4 Findings and analysis
Data analysis is conducted using IBM SPSS software. After collecting the data from the questionnaire, data was stored in excel and analyzed in SPSS. The standard deviation and mean of the data obtained from the survey is shown in the Table 1. Here lp is short for Lean production, t is short for industry 4.0 technologies, and P is short for organizational performance.
The Table 1 shows the mean and standard deviation for all the Lean production, industry 4.0 techniques and organizational performance. The mean of organization performance is approximately 4, whereas the mean for Lean production and industry 4.0 technologies is found to be approximately greater than 3. After finding this we can proceed with the data analysis part. The first part of the analysis is to find Cronbach’s alpha; it gives us the information on how closely the data in the group are related to each other. It gives us the measure of internal consistency in our data set and measure of scale reliability. After doing the analysis Cronbach’s alpha was found out. The below Table 2 shows Cronbach’s alpha value for our data set.

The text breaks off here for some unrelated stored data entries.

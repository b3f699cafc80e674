/**
 * A scan in the part frame: what every reader gives and every measuring step takes.
 * Points keep the order of the file. Non-finite returns are left out and counted by the reader.
 */
export interface ScanCloud {
  /** x, y, z of each point in mm, part frame; length 3 n. */
  readonly xyz_mm: Float64Array;
  /** Number of points, n. */
  readonly count: number;
  /** Index of the profile each point came from, ascending by pose order; null for a plain cloud. Length n. */
  readonly profiles: Int32Array | null;
  /** Returns in the file that had no usable number (lost returns, nan). */
  readonly lost: number;
}

/** The unit a scan declares; lengths are turned into mm once, by the reader. */
export type LengthUnit = "mm" | "in" | "m";
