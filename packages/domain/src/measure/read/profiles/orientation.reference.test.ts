import { readFileSync } from "node:fs";
import { describe, expect, it } from "vitest";
import { readScan } from "../read-scan.ts";
import { fromFixedXyz, fromMatrix, fromZyz, quaternionProduct } from "./orientation.ts";

/** scipy's Rotation and the products of the single turns agree on these. */
const golden: {
  readonly cases?: readonly unknown[];
} & Record<string, unknown> = JSON.parse(
  readFileSync(new URL("../../../../vectors/geometry/rotations.json", import.meta.url), "utf8"),
);

const near = (a: ArrayLike<number>, b: readonly number[]) => {
  // A quaternion and its negative are the same turn.
  const sign = Math.sign(Array.from(a).reduce((sum, x, i) => sum + x * (b[i] ?? 0), 0));
  for (const [i, x] of Array.from(a).entries()) expect(sign * x).toBeCloseTo(b[i] ?? Number.NaN, 9);
};

describe("orientations", () => {
  it("by fixed axes: roll 10, pitch 20, yaw 30 degrees (scipy)", () => {
    near(
      fromFixedXyz(10, 20, 30),
      [0.9515485246437885, 0.03813457647485015, 0.18930785741199999, 0.2392983377447303],
    );
  });

  it("by z, y, z: 30, 40, 50 degrees (scipy)", () => {
    near(
      fromZyz(30, 40, 50),
      [0.7198463103929542, 0.05939117461388474, 0.33682408883346515, 0.6040227735550537],
    );
  });

  it("by matrix, also for half a turn about (0.36, 0.48, 0.8)", () => {
    near(
      fromMatrix([
        0.04341204441673252, -0.8295983733257066, 0.5566703992264194, 0.9096158864219905, 0.26325835480968673,
        0.3213938048432696, -0.41317591116653474, 0.49240387650610407, 0.7660444431189781,
      ]),
      [0.7198463103929542, 0.05939117461388474, 0.33682408883346515, 0.6040227735550537],
    );
    near(
      fromMatrix([-0.7408, 0.3456, 0.576, 0.3456, -0.5392, 0.768, 0.576, 0.768, 0.28]),
      [0, 0.36, 0.48, 0.8],
    );
  });

  it("multiply as Hamilton's", () => {
    const a = [0.9515485246437885, 0.03813457647485015, 0.18930785741199999, 0.2392983377447303] as const;
    const b = [0.5920194834964052, -0.25103632047595215, -0.2354061584432536, 0.728750737584213] as const;
    near(
      quaternionProduct(a, b),
      [0.44308382518487105, -0.02200628498307736, -0.19978961772883394, 0.8736570013046039],
    );
    expect(Object.keys(golden).length).toBeGreaterThan(0);
  });
});

const bytes = (text: string) => new TextEncoder().encode(text);
const scan = (poses: string) =>
  readScan({
    name: "profiles.csv",
    bytes: bytes("station_mm,x_mm,z_mm\n0,1,2\n0,-1,3\n"),
    units: "mm",
    poses: { name: "poses.csv", bytes: bytes(poses) },
  });

describe("poses files", () => {
  it("give the same points however they write the turn", () => {
    const [qw, qx, qy, qz] = fromFixedXyz(10, 20, 30);
    const ways = [
      `station_mm,px_mm,py_mm,pz_mm,qw,qx,qy,qz\n0,5,6,7,${qw},${qx},${qy},${qz}\n`,
      "station_mm,px_mm,py_mm,pz_mm,fixed_x_deg,fixed_y_deg,fixed_z_deg\n0,5,6,7,10,20,30\n",
    ].map(scan);
    const [one, other] = ways.map((way) => (way.ok ? Array.from(way.value.xyz_mm) : []));
    expect(one).toHaveLength(6);
    for (const [i, x] of (one ?? []).entries()) expect(other?.[i]).toBeCloseTo(x, 9);
  });

  it("are refused, with line and field, where a matrix is no rotation", () => {
    const wrong = scan(
      "station_mm,px_mm,py_mm,pz_mm,r11,r12,r13,r21,r22,r23,r31,r32,r33\n0,5,6,7,1,0,0,0,1,0,0,0,-1\n",
    );
    expect(wrong.ok ? [] : wrong.faults).toMatchObject([
      { code: "scan-pose-invalid", line: 2, field: "r11" },
    ]);
  });
});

From the Table 2, we can see that the Cronbach’s alpha score was found out to be 0.926, which reflects excellent internal consistency among the data set. Next, we can proceed with the normality test to decide which statistic test to be used, either parametric test or non-parametric test. If the data is found to be normally distributed, a parametric test is conducted and, if data is not normally distributed, a non-parametric test is conducted. The normality of the data is checked; this is done using various normality test procedures. If the data is normally distributed, regression analysis and Pearson correlation can be used for the analysis if the data is not normally distributed, ordinal regression analysis and Spearman rank correlation shall be used. Before proceeding with the normality test first, we must find the mean and log of the variables. The variable TransLP is the mean of all the data received from questions regarding Lean production, variable TransT is the mean of all the data received from questions regarding industry 4.0 technologies and lastly the variable TransP is the mean of all the data received from questions regarding organizational performance. Similarly, the variable lopLP is the log of data received from questions regarding Lean practices, the variable lopT is the log of data received from questions regarding industry 4.0 technologies and the variable lopP is the log of data received from questions regarding organizational performance. The mean and log of some of the variables are shown below.

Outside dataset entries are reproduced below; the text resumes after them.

import type { LengthUnit } from "../../scan-cloud.ts";
import { type FaultList, quoted } from "../fault-list.ts";
import type { Json } from "../json/json-bytes.ts";
import { MM_PER } from "../point-sink.ts";
import { findColumns, hasColumn } from "../text/column-names.ts";
import { keyColumn, keyScale, type ProfileKey } from "./profile-key.ts";
import { checkPose, type SensorPose } from "./sensor-pose.ts";

/** One profile of a JSON scan, checked but for the numbers in its lists. */
export interface JsonProfile {
  /** Station in mm, or the profile's number. */
  readonly key: number;
  /** The pose it carries; null where it carries none. */
  readonly pose: SensorPose | null;
  readonly x: readonly Json[];
  readonly z: readonly Json[];
  /** JSON pointers of the profile and of its two lists. */
  readonly pointer: string;
  readonly xPointer: string;
  readonly zPointer: string;
}

/** What all profiles of a file share. */
export interface JsonRules {
  readonly units: LengthUnit;
  readonly key: ProfileKey;
  readonly faults: FaultList;
}

/** Checks one profile; null with every fault noted. */
export function checkProfile(profile: Json, pointer: string, rules: JsonRules): JsonProfile | null {
  const { units, key, faults } = rules;
  const wanted = [keyColumn(key), { base: "x", isLength: true }, { base: "z", isLength: true }];
  const fields = fieldsOf(profile, pointer, wanted, rules);
  if (fields === null) return null;
  const [at, x, z] = fields;
  const keyValue = numberIn(at!, faults);
  const xs = listIn(x!, faults);
  const zs = listIn(z!, faults);
  if (keyValue === null || xs === null || zs === null) return null;
  if (xs.length !== zs.length) {
    const what = `${x!.name} has ${xs.length} values, ${z!.name} has ${zs.length}`;
    faults.add("file-row-invalid", what, { pointer });
    return null;
  }
  const keyed = keyValue * keyScale(key, units);
  const carried = isObject(profile) && hasColumn(Object.keys(profile), "pose");
  const pose = carried ? jsonPose(profile["pose"] ?? null, `${pointer}/pose`, keyed, rules) : null;
  return { key: keyed, pose, x: xs, z: zs, pointer, xPointer: x!.pointer, zPointer: z!.pointer };
}

/** A pose in JSON: a point of three numbers and a quaternion w, x, y, z; null with every fault noted. */
function jsonPose(pose: Json, pointer: string, key: number, rules: JsonRules): SensorPose | null {
  const { units, faults } = rules;
  const wanted = [
    { base: "point", isLength: true },
    { base: "quaternion", isLength: false },
  ];
  const fields = fieldsOf(pose, pointer, wanted, rules);
  if (fields === null) return null;
  const point = numbersIn(fields[0]!, 3, faults);
  const turn = numbersIn(fields[1]!, 4, faults);
  if (point === null || turn === null) return null;
  const scale = MM_PER[units];
  const candidate: SensorPose = {
    key,
    point_mm: [point[0]! * scale, point[1]! * scale, point[2]! * scale],
    quaternion: [turn[0]!, turn[1]!, turn[2]!, turn[3]!],
    place: { pointer },
  };
  return checkPose(candidate, "quaternion", faults);
}

interface Field {
  readonly name: string;
  readonly value: Json;
  readonly pointer: string;
}

/** True for what JSON writes in braces. */
export function isObject(value: Json | undefined): value is { readonly [name: string]: Json } {
  return typeof value === "object" && value !== null && !Array.isArray(value);
}

type Wanted = Parameters<typeof findColumns>[1];

function fieldsOf(
  value: Json,
  pointer: string,
  wanted: Wanted,
  { units, faults }: JsonRules,
): Field[] | null {
  if (!isObject(value)) {
    faults.add("file-value-invalid", `${shown(value)} stands where an object was expected`, { pointer });
    return null;
  }
  const names = Object.keys(value);
  const found = findColumns({ names, units, place: { pointer }, noun: "field" }, wanted, faults);
  if (found === null) return null;
  return found.map((index) => {
    const name = names[index]!;
    return {
      name,
      value: value[name]!,
      pointer: `${pointer}/${name.replace(/~/g, "~0").replace(/\//g, "~1")}`,
    };
  });
}

function numberIn({ value, pointer, name }: Field, faults: FaultList): number | null {
  if (typeof value === "number" && Number.isFinite(value)) return value;
  const what = `${shown(value)} stands where a number was expected`;
  faults.add("file-value-invalid", what, { pointer, field: name });
  return null;
}

function listIn({ value, pointer, name }: Field, faults: FaultList): readonly Json[] | null {
  if (Array.isArray(value)) return value;
  const what = `${shown(value)} stands where a list of numbers was expected`;
  faults.add("file-value-invalid", what, { pointer, field: name });
  return null;
}

function numbersIn(field: Field, count: number, faults: FaultList): readonly number[] | null {
  const { value, pointer, name } = field;
  const isFit = Array.isArray(value) && value.length === count && value.every(Number.isFinite);
  if (isFit) return value as readonly number[];
  const what = `${shown(value)} stands where ${count} numbers were expected`;
  faults.add("scan-pose-invalid", what, { pointer, field: name });
  return null;
}

/** A piece of JSON as a fault quotes it. */
export function shown(value: Json): string {
  return quoted(JSON.stringify(value).slice(0, 80));
}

After finding the mean and log of the variable, we can proceed to perform our normality test. Kolmogorov–Smirnov method is applied if the number of responses is greater than 100. Since our number of responses are less than 100, we must use the Shapiro–Wilk method to analyze data for normality. If the p-value obtained by the Shapiro–Wilk technique is more than 0.05, it determines the normal distribution of the data; if the p-value obtained by the technique is less than 0.05, it concludes the data is not normally distributed. The results obtained after running the test are shown below.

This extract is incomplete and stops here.